/// A blend's reach (px, Q16): `far` (fm, [`farthest_member_fm`]) over the |slope| of `m`'s map at
/// pixel `p_q16`, as [`windows_px_q16`] takes it on a sensor with 1-px line windows.
fn blend_reach_px_q16(far: i64, m: &MapInUse, p_q16: i32) -> i128 {
    if far == 0 {
        return 0;
    }
    let x = m.map.x_q30_by(p_q16, &m.div);
    let slope = m.map.slope_at_x_by(x, &m.div).unwrap_or(0).unsigned_abs();
    shl32_div(far, slope.max(1) as i64)
}

/// Match windows of a feature (px, Q16): its line's (twice the allowed position error plus 3 σ
/// of the map, ≥ 1 px), and the feature's (the line's plus the reach of a blend's members,
/// whose centre moves with the unknown mix), from one evaluation of the map at its pixel.
///
/// `one_px` ([`MapInUse::one_px_windows`]): the line's window is 1 px on the whole sensor, so a
/// feature on it needs no σ (nor, when it is a single line, no slope): the same windows.
fn windows_px_q16(
    max_line_error_fm: u32,
    catalogue: &[CatalogueLine],
    f: &Feature,
    m: &MapInUse,
    one_px: bool,
) -> (i32, i32) {
    // The quotient grows with the distance: the farthest member's is the largest.
    let far = farthest_member_fm(catalogue, f);
    // On the sensor, where `one_px` bounds σ and the slope (|x| ≤ 1).
    let on_sensor = (f.predicted_px_q16 as i64 - m.map.center_px_q16 as i64).abs()
        <= m.map.half_width_px_q16 as i64;
    let (base, slope) = if one_px && on_sensor {
        if far.is_none_or(|v| v == 0) {
            // 1 px, and a reach of 0 / slope = 0.
            return (1 << 16, 1 << 16);
        }
        let x = m.map.x_q30_by(f.predicted_px_q16, &m.div);
        let slope = m.map.slope_at_x_by(x, &m.div).unwrap_or(0).unsigned_abs();
        (1 << 16, slope.max(1) as i64)
    } else {
        let (slope, sigma) = m.slope_sigma(f.predicted_px_q16);
        let slope = slope.max(1) as i64;
        let tol_fm = 2 * max_line_error_fm as i64 + 3 * sigma as i64;
        let base = (shl32_div(tol_fm, slope)).clamp(1 << 16, 64 << 16) as i32;
        (base, slope)
    };
    let reach = far.map_or(0, |v| shl32_div(v, slope));
    (base, (base as i128 + reach).clamp(1 << 16, 64 << 16) as i32)
}

/// Predicted lines for identification: isotopes of one transition merged at the prior shares
/// (a calibration cannot tell them apart anyway), species with no prior left out.
fn reference_lines(
    catalogue: &[CatalogueLine],
    priors: &[(Nucleus, u16)],
    refs: &mut Vec<ReferenceLine, MAX_REFERENCE_LINES>,
) {
    // Each entry's transition (its first catalogue line) and total weight, by position in `refs`:
    // the lines are written in place, the keys kept as catalogue indices (48 B, not 1.2 KiB).
    let mut first = [0u8; MAX_REFERENCE_LINES];
    let mut weights = [0u64; MAX_REFERENCE_LINES];
    refs.clear();
    for (i, line) in catalogue.iter().enumerate().take(MAX_CATALOGUE) {
        let share = prior_share(priors, line.nucleus) as u64;
        if share == 0 {
            continue;
        }
        let w = line.strength as u64 * share;
        let key = (line.nucleus.z(), line.lower, line.upper);
        let same_key = |k: &u8| {
            catalogue
                .get(*k as usize)
                .is_some_and(|c| (c.nucleus.z(), c.lower, c.upper) == key)
        };
        if let Some(pos) = first.iter().take(refs.len()).position(same_key) {
            if let (Some(e), Some(tw)) = (refs.get_mut(pos), weights.get_mut(pos)) {
                let total = *tw + w;
                let mixed = (e.wavelength_fm as i128 * *tw as i128
                    + line.wavelength_fm as i128 * w as i128)
                    / total.max(1) as i128;
                e.wavelength_fm = mixed as i64;
                e.strength = e.strength.saturating_add((w / 1000) as u32);
                *tw = total;
            }
            continue;
        }
        let r = ReferenceLine {
            wavelength_fm: line.wavelength_fm,
            strength: (w / 1000) as u32,
        };
        let at = refs.len();
        if refs.push(r).is_ok() {
            if let (Some(f), Some(tw)) = (first.get_mut(at), weights.get_mut(at)) {
                *f = i as u8;
                *tw = w;
            }
        }
    }
    crate::sort::sort_by_key(refs, |r| r.wavelength_fm);
}

/// ⌊√(c² + s²)⌋, in `u64` when both are below 2^31 (the same root; the 128-bit products and sum
/// otherwise).
fn root_sum_squares(c: u128, s: u128) -> u64 {
    if c < 1 << 31 && s < 1 << 31 {
        // Each square below 2^62 from one 32 × 32-bit product: the sum fits u64.
        let (c, s) = (c as u32, s as u32);
        let sum = crate::find::math::mul_u32_wide(c, c) + crate::find::math::mul_u32_wide(s, s);
        return crate::fixed::isqrt_u128(u128::from(sum)) as u64;
    }
    crate::fixed::isqrt_u128(c * c + s * s) as u64
}

/// `a / b` (truncated, b ≠ 0), in `i64` when both fit: the same quotient without the 128-bit
/// library division (a few times the 64-bit one on the Cortex-M0).
fn div_i128(a: i128, b: i128) -> i128 {
    match (i64::try_from(a), i64::try_from(b)) {
        (Ok(x), Ok(y)) => x
            .checked_div(y)
            .map_or_else(|| a.checked_div(b).unwrap_or(0), i128::from),
        _ => a.checked_div(b).unwrap_or(0),
    }
}

/// (v · 2^32) / d truncated, for d ≥ 1: in `i64` when |v| < 2^31 (the same quotient), else 128-bit.
fn shl32_div(v: i64, d: i64) -> i128 {
    if v.unsigned_abs() < 1 << 31 {
        i128::from((v << 32).checked_div(d).unwrap_or(0))
    } else {
        ((v as i128) << 32).checked_div(d as i128).unwrap_or(0)
    }
}

/// Which peaks some pair holds, from one pass over the pairs (asking the pairs for each peak is
/// ≤ 64 × 40 comparisons).
struct Taken([bool; MAX_PEAKS]);

impl Taken {
    fn of(pairs: &[Pair]) -> Taken {
        let mut t = [false; MAX_PEAKS];
        for p in pairs {
            if let Some(slot) = t.get_mut(p.peak as usize) {
                *slot = true;
            }
        }
        Taken(t)
    }

    /// Whether a pair of `pairs` (the ones this was made of) holds peak `k`; past the table, asked
    /// of the pairs.
    fn has(&self, k: usize, pairs: &[Pair]) -> bool {
        match self.0.get(k) {
            Some(&t) => t,
            None => pairs.iter().any(|p| p.peak as usize == k),
        }
    }
}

============================================================

> _Description of the task_
Go through the records and copy each line with "truncated" in it.

> _Output_
/// `a / b` (truncated, b ≠ 0), in `i64` when both fit: the same quotient without the 128-bit
/// (v · 2^32) / d truncated, for d ≥ 1: in `i64` when |v| < 2^31 (the same quotient), else 128-bit.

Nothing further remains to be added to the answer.